**WHAT YOU HAVE TO DO**. For this exercise, reproduce the entries below exactly, but only from the line containing "def _words(text: str)" through the line containing "graupel hail fraction", both included.

+ + + + +

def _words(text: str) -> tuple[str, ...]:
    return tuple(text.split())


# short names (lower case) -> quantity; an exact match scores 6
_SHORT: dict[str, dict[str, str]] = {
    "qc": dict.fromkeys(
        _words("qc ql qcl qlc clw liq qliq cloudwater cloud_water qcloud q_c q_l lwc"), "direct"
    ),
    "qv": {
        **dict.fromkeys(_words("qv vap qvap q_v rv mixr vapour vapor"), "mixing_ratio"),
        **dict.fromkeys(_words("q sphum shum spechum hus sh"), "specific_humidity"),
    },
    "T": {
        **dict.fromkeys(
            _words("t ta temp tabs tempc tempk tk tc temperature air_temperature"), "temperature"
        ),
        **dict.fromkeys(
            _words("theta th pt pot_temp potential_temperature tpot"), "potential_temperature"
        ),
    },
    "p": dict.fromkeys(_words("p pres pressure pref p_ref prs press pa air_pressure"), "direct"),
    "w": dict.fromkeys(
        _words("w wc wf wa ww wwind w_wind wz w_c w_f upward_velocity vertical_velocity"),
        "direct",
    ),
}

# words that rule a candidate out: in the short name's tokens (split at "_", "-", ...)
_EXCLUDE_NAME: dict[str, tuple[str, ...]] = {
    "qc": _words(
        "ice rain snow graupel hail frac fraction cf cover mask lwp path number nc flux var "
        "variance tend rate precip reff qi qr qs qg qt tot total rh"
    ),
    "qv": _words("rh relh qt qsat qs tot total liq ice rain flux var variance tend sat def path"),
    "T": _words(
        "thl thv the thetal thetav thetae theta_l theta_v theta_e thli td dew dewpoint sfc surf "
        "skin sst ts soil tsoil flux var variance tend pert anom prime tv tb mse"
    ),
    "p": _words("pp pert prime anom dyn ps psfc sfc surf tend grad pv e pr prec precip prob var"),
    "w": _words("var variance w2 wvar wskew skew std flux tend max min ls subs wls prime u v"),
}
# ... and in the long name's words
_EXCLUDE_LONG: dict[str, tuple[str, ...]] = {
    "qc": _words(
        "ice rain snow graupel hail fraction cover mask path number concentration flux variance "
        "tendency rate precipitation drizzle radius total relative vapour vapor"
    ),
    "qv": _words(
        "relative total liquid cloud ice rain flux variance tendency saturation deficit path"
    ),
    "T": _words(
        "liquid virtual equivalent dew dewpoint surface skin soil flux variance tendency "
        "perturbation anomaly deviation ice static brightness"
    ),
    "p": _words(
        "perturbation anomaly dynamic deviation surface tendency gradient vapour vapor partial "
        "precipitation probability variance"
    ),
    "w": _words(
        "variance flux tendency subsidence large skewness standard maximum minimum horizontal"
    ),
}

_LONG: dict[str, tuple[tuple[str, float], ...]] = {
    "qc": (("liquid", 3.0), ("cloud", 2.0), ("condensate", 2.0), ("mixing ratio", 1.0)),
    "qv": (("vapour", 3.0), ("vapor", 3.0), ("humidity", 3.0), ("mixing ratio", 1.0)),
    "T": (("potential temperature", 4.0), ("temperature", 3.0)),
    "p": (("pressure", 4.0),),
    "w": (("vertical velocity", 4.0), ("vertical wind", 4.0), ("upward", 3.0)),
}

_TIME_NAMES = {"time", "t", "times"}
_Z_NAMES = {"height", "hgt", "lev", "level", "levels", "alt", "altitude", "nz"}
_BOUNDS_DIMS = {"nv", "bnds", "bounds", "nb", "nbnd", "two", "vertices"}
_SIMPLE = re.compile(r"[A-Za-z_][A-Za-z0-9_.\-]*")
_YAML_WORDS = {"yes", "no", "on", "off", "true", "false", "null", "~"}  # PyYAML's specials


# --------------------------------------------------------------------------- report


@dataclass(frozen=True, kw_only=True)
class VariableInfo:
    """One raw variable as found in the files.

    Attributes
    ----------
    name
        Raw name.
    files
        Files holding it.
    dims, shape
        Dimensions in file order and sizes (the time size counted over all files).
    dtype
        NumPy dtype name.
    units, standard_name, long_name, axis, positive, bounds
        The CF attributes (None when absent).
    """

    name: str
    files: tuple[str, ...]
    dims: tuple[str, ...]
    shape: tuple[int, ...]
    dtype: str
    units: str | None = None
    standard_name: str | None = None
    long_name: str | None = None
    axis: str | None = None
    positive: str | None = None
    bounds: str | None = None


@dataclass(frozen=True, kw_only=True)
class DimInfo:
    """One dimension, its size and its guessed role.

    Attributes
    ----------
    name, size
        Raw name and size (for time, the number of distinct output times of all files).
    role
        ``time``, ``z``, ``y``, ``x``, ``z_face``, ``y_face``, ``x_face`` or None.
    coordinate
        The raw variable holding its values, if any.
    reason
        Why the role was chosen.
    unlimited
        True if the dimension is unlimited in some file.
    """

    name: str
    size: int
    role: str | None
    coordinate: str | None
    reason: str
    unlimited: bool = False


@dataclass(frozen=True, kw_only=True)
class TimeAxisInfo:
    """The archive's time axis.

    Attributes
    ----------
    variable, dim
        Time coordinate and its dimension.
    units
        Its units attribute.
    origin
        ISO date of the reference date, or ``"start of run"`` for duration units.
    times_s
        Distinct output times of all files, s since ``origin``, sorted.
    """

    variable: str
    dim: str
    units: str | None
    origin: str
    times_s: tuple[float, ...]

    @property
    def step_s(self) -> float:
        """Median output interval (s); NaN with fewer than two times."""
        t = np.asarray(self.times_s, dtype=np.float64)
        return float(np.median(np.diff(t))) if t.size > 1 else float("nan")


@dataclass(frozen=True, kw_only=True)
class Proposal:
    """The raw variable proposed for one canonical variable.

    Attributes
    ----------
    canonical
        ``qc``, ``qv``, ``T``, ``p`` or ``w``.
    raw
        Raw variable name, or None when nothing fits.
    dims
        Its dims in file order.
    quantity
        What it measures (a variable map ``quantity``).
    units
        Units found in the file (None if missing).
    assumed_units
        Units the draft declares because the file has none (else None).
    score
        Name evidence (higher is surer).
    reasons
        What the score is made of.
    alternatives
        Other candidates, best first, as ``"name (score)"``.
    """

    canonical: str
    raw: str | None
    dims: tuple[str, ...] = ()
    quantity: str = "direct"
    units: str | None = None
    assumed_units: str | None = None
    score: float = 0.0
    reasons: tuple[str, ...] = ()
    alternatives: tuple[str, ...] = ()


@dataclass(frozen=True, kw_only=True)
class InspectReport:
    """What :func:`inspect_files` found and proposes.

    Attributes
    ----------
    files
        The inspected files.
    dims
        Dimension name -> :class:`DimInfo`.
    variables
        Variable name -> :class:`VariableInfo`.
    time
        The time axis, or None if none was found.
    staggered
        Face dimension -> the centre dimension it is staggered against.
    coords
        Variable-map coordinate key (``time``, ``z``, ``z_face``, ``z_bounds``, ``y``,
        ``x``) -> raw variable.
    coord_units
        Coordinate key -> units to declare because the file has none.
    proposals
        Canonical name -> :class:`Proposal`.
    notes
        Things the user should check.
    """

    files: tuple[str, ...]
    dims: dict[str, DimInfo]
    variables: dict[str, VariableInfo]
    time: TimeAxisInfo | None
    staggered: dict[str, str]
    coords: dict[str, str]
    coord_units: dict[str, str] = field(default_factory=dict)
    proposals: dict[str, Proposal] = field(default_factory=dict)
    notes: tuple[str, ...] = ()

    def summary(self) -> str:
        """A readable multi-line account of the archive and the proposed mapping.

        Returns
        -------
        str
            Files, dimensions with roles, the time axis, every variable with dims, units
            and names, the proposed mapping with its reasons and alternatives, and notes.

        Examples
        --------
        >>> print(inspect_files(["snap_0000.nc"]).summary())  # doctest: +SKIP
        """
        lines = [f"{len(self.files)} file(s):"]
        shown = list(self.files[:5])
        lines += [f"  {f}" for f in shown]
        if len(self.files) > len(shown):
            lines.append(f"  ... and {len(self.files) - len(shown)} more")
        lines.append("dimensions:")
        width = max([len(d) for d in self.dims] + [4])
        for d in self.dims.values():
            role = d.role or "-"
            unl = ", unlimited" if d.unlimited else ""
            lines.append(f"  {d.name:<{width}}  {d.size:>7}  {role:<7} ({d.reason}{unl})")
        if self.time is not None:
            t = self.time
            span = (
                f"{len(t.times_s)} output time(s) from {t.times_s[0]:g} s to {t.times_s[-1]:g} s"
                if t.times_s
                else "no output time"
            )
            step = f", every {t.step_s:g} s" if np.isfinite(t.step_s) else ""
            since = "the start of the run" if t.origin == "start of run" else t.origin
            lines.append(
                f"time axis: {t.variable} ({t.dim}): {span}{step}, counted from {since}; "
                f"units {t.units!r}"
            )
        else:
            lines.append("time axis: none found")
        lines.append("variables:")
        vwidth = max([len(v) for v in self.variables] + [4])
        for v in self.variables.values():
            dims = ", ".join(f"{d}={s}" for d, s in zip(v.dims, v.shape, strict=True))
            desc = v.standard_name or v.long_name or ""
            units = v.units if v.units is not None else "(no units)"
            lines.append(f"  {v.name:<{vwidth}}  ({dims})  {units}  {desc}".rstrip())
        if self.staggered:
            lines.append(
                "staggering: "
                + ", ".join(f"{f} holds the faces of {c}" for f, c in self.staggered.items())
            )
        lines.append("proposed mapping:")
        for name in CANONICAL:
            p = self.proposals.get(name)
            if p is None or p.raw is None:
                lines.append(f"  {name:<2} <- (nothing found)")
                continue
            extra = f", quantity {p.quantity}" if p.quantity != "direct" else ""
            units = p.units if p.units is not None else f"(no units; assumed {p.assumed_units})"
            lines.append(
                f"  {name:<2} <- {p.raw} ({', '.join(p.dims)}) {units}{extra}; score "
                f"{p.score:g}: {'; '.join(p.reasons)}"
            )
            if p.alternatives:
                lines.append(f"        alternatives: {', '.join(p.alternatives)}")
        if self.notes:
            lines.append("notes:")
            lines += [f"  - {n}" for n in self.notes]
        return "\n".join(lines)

+ + + + +

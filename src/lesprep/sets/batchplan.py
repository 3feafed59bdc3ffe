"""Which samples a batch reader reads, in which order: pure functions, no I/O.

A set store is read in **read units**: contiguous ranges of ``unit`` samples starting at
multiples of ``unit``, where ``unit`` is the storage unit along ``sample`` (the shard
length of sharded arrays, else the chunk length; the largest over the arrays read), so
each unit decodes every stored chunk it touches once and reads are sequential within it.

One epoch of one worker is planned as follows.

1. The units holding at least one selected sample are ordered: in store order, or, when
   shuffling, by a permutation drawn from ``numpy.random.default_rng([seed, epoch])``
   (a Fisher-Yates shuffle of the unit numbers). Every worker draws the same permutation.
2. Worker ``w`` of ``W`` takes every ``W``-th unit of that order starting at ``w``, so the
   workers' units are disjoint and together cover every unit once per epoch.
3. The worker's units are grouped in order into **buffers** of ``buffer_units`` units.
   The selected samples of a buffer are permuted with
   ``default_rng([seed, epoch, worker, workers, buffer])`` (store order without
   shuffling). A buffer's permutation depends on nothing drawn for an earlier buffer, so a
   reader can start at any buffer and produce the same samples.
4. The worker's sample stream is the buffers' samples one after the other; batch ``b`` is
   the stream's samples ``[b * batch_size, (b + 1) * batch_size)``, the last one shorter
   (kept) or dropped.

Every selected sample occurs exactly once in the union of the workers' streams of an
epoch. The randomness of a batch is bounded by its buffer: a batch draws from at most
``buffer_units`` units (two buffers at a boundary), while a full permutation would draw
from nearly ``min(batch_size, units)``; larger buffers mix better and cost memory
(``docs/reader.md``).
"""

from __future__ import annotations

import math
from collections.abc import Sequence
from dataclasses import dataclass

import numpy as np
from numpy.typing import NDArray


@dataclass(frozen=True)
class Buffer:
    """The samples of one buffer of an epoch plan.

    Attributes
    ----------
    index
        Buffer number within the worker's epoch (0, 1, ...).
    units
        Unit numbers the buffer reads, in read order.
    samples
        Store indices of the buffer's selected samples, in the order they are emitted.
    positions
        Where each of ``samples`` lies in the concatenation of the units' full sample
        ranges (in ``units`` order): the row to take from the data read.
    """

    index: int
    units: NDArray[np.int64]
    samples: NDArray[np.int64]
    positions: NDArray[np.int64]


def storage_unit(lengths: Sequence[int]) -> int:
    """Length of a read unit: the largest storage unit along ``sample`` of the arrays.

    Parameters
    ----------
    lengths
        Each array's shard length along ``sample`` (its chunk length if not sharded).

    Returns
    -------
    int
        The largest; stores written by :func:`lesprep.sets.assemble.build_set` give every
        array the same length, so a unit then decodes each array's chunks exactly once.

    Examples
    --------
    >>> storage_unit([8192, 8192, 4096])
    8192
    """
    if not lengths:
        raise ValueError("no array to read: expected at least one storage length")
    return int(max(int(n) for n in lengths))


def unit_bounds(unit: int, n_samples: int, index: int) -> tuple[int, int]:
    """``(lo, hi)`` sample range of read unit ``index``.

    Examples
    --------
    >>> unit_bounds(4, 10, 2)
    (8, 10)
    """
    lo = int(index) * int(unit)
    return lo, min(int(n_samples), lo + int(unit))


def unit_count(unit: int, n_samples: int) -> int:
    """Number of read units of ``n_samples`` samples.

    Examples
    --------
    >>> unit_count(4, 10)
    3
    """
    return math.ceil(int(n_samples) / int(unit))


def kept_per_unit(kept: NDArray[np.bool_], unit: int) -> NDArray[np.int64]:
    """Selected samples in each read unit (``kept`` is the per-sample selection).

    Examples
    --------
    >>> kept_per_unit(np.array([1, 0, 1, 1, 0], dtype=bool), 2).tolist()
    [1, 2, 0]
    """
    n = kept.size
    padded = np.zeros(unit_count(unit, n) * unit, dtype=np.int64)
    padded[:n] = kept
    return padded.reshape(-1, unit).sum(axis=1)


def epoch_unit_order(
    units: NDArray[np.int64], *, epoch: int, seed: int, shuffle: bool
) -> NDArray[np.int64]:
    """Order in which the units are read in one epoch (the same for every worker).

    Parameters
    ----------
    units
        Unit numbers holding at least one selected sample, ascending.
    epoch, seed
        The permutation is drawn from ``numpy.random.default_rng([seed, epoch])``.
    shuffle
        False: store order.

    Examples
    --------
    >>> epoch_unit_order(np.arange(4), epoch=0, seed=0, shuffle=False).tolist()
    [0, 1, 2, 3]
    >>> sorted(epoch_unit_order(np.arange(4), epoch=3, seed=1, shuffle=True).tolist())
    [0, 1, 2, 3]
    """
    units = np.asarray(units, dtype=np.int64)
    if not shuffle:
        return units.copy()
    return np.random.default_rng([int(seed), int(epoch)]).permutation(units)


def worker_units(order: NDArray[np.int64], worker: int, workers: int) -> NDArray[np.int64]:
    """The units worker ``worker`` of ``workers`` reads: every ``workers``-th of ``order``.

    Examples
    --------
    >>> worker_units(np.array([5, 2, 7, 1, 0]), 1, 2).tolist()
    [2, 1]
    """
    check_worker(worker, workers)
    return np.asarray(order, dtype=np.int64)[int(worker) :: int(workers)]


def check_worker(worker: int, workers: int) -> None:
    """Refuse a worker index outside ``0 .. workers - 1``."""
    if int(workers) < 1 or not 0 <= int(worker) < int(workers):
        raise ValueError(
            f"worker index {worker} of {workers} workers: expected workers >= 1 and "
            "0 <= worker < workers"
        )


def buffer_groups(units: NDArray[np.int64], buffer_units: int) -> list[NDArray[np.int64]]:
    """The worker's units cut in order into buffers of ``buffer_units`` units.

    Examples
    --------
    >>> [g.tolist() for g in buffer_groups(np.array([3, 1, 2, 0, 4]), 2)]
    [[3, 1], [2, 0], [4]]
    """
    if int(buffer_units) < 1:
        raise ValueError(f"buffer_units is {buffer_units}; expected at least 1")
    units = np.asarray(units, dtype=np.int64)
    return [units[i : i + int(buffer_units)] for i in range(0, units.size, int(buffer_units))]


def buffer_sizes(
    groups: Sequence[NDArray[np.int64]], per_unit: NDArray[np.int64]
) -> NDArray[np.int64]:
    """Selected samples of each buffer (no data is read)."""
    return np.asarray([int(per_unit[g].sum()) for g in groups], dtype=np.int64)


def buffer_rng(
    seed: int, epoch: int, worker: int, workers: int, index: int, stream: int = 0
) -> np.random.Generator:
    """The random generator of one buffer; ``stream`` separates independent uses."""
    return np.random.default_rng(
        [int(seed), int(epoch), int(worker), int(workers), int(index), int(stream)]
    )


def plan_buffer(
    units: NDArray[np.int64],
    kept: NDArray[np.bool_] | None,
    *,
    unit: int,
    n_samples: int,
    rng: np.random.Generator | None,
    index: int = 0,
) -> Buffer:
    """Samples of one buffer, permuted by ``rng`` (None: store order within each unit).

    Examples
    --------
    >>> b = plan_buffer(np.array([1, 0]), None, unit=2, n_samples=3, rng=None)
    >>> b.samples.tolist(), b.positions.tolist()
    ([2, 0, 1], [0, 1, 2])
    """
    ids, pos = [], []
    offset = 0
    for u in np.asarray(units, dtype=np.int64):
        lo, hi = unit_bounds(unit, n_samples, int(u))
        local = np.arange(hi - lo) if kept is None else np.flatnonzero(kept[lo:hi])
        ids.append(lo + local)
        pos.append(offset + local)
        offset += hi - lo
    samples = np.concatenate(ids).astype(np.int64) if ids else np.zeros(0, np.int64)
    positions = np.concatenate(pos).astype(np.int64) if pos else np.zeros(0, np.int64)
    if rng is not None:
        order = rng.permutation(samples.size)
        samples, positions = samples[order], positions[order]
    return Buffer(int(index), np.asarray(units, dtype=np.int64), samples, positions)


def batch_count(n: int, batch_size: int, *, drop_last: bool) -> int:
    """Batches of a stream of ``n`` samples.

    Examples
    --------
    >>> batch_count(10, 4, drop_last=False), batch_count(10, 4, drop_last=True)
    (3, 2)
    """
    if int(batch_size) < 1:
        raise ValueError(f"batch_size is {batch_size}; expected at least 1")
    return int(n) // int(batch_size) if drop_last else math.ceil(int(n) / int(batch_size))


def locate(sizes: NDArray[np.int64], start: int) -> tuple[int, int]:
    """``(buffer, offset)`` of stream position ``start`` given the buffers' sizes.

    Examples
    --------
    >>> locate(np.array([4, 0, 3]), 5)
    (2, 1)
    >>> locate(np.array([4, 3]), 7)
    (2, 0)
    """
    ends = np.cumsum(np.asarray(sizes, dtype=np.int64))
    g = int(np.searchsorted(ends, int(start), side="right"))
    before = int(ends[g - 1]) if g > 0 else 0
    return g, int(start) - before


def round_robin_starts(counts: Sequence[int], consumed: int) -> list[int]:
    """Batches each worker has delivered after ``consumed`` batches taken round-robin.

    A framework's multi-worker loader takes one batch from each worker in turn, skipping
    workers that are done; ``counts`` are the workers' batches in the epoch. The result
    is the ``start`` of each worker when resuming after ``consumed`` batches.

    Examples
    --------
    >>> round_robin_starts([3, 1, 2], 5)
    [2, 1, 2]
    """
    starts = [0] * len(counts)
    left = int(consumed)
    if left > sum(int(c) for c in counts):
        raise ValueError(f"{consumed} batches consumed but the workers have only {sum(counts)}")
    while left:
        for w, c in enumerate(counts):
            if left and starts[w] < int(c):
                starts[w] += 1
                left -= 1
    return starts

+ + + + +

**REPLY**.
def _words(text: str) -> tuple[str, ...]:
    return tuple(text.split())


# short names (lower case) -> quantity; an exact match scores 6
_SHORT: dict[str, dict[str, str]] = {
    "qc": dict.fromkeys(
        _words("qc ql qcl qlc clw liq qliq cloudwater cloud_water qcloud q_c q_l lwc"), "direct"
    ),
    "qv": {
        **dict.fromkeys(_words("qv vap qvap q_v rv mixr vapour vapor"), "mixing_ratio"),
        **dict.fromkeys(_words("q sphum shum spechum hus sh"), "specific_humidity"),
    },
    "T": {
        **dict.fromkeys(
            _words("t ta temp tabs tempc tempk tk tc temperature air_temperature"), "temperature"
        ),
        **dict.fromkeys(
            _words("theta th pt pot_temp potential_temperature tpot"), "potential_temperature"
        ),
    },
    "p": dict.fromkeys(_words("p pres pressure pref p_ref prs press pa air_pressure"), "direct"),
    "w": dict.fromkeys(
        _words("w wc wf wa ww wwind w_wind wz w_c w_f upward_velocity vertical_velocity"),
        "direct",
    ),
}

# words that rule a candidate out: in the short name's tokens (split at "_", "-", ...)
_EXCLUDE_NAME: dict[str, tuple[str, ...]] = {
    "qc": _words(
        "ice rain snow graupel hail frac fraction cf cover mask lwp path number nc flux var "
        "variance tend rate precip reff qi qr qs qg qt tot total rh"
    ),
    "qv": _words("rh relh qt qsat qs tot total liq ice rain flux var variance tend sat def path"),
    "T": _words(
        "thl thv the thetal thetav thetae theta_l theta_v theta_e thli td dew dewpoint sfc surf "
        "skin sst ts soil tsoil flux var variance tend pert anom prime tv tb mse"
    ),
    "p": _words("pp pert prime anom dyn ps psfc sfc surf tend grad pv e pr prec precip prob var"),
    "w": _words("var variance w2 wvar wskew skew std flux tend max min ls subs wls prime u v"),
}
# ... and in the long name's words
_EXCLUDE_LONG: dict[str, tuple[str, ...]] = {
    "qc": _words(
        "ice rain snow graupel hail fraction cover mask path number concentration flux variance "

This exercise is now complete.